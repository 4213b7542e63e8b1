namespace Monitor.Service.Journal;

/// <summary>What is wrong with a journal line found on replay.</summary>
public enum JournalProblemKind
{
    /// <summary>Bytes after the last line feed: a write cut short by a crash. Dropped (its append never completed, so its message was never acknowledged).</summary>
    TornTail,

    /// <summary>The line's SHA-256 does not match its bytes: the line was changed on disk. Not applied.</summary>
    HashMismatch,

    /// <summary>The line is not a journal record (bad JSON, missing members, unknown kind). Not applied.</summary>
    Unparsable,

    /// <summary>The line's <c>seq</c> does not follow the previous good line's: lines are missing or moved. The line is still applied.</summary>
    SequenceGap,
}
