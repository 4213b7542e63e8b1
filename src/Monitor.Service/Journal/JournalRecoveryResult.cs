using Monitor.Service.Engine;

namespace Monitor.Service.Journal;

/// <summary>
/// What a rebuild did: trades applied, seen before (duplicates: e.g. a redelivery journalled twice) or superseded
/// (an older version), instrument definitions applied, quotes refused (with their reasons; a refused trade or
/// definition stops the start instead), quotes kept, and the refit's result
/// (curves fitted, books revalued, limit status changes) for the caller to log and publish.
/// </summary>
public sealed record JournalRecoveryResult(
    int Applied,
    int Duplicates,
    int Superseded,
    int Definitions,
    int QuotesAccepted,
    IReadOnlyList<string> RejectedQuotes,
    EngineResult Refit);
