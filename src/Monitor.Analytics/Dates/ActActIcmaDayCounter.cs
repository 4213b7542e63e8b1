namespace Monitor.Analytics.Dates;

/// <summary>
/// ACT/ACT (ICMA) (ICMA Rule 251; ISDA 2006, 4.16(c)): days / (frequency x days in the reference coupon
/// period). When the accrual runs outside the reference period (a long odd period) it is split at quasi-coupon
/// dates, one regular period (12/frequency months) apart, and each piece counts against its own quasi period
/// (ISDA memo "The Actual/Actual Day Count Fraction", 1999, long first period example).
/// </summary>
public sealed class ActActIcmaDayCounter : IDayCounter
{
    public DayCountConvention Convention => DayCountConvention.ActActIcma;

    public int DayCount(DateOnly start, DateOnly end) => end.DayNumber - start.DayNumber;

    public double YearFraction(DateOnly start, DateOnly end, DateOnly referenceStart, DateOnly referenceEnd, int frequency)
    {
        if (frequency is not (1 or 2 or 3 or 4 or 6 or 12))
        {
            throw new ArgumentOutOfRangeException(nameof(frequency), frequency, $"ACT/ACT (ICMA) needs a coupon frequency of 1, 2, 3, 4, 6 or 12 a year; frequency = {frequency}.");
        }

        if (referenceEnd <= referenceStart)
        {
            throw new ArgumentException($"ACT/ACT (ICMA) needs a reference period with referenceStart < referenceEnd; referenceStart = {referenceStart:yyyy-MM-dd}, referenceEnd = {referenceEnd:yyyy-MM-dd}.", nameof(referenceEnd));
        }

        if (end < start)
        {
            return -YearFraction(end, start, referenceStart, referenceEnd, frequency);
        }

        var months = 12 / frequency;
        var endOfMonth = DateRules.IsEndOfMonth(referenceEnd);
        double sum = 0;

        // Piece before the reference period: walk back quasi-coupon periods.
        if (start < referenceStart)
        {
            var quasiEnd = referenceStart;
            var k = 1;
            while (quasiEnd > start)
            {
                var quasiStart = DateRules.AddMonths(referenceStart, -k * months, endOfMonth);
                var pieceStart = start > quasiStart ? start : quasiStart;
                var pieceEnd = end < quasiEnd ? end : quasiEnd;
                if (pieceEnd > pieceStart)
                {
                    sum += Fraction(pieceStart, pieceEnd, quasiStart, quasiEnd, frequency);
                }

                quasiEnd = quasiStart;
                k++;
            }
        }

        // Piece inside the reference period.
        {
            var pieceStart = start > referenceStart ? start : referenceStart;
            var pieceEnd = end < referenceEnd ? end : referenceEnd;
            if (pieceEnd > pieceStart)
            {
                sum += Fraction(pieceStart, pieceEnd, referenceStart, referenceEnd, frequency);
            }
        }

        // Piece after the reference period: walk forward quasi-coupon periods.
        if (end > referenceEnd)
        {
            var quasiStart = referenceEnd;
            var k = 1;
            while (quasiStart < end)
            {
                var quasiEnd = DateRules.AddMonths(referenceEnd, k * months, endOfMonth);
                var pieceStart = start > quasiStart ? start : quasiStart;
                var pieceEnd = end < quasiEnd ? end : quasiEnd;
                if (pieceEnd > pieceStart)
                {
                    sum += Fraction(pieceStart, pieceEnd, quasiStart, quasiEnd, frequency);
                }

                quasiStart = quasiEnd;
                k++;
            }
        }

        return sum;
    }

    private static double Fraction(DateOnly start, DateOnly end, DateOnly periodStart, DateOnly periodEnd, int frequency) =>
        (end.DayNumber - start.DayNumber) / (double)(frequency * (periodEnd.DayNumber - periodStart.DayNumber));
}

**TASK INSTRUCTIONS:** How many lines of the entries hold the word "record"? Respond with the number alone.

**RESPONSE AREA:** 2